Requirement:
Copy every line of the entries that includes the word "table".

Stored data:
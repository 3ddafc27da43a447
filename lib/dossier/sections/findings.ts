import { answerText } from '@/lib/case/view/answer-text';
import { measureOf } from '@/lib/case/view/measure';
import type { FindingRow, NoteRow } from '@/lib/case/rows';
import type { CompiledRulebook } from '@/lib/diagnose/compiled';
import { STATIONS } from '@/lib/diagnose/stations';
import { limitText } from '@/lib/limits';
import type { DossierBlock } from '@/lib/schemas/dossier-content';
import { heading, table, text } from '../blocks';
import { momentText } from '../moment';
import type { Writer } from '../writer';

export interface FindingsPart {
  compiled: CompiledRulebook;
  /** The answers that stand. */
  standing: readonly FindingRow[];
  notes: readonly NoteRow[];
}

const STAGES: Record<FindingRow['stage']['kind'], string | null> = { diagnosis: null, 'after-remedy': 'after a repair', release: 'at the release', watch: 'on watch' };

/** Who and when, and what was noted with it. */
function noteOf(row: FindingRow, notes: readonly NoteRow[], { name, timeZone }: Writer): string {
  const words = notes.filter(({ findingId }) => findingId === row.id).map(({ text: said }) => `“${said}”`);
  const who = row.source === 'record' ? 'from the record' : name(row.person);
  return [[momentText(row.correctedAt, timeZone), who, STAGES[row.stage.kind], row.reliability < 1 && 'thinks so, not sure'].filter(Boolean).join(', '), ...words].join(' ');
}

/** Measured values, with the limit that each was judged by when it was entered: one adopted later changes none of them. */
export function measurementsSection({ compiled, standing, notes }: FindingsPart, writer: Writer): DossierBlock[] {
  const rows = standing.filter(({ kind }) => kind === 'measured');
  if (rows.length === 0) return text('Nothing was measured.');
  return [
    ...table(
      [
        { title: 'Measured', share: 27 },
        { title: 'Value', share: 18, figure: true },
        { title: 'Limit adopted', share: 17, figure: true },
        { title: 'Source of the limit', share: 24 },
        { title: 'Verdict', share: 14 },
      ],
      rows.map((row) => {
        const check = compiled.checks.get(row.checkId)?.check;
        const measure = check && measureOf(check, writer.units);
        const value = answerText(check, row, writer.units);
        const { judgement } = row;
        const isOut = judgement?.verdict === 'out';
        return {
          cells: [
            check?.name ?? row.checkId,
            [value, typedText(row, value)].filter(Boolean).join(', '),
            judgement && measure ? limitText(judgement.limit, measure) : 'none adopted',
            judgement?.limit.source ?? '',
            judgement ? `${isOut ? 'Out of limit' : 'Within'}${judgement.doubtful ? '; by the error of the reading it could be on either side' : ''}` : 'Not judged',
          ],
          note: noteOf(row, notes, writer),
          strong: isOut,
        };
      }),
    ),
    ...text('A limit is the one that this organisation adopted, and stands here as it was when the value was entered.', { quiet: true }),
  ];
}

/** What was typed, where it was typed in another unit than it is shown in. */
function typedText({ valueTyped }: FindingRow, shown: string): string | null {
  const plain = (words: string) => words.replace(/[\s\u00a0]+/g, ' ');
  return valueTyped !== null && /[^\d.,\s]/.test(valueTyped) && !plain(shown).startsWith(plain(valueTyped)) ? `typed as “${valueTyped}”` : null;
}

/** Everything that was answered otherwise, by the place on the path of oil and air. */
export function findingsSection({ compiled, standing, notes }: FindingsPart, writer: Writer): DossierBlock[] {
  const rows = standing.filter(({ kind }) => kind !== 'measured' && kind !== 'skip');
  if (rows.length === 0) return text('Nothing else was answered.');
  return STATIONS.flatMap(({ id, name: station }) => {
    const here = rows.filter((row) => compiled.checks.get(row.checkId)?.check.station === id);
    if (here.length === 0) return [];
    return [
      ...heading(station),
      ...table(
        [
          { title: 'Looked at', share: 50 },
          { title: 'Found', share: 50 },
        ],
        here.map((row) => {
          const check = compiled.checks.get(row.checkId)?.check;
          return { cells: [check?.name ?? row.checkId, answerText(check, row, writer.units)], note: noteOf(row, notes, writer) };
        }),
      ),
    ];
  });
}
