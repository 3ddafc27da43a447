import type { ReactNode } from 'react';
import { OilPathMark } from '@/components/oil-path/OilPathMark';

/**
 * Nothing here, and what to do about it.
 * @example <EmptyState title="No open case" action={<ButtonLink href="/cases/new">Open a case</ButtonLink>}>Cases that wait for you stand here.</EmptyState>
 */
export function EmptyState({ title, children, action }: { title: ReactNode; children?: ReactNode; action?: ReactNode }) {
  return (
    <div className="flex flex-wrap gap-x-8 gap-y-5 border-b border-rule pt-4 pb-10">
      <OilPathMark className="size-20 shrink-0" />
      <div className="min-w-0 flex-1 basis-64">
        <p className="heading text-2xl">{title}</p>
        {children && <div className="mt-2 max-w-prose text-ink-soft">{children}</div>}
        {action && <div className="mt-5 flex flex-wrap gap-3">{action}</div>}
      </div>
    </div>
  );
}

Result for this task:
import { heading, table, text } from '../blocks';
    ...table(
      ...table(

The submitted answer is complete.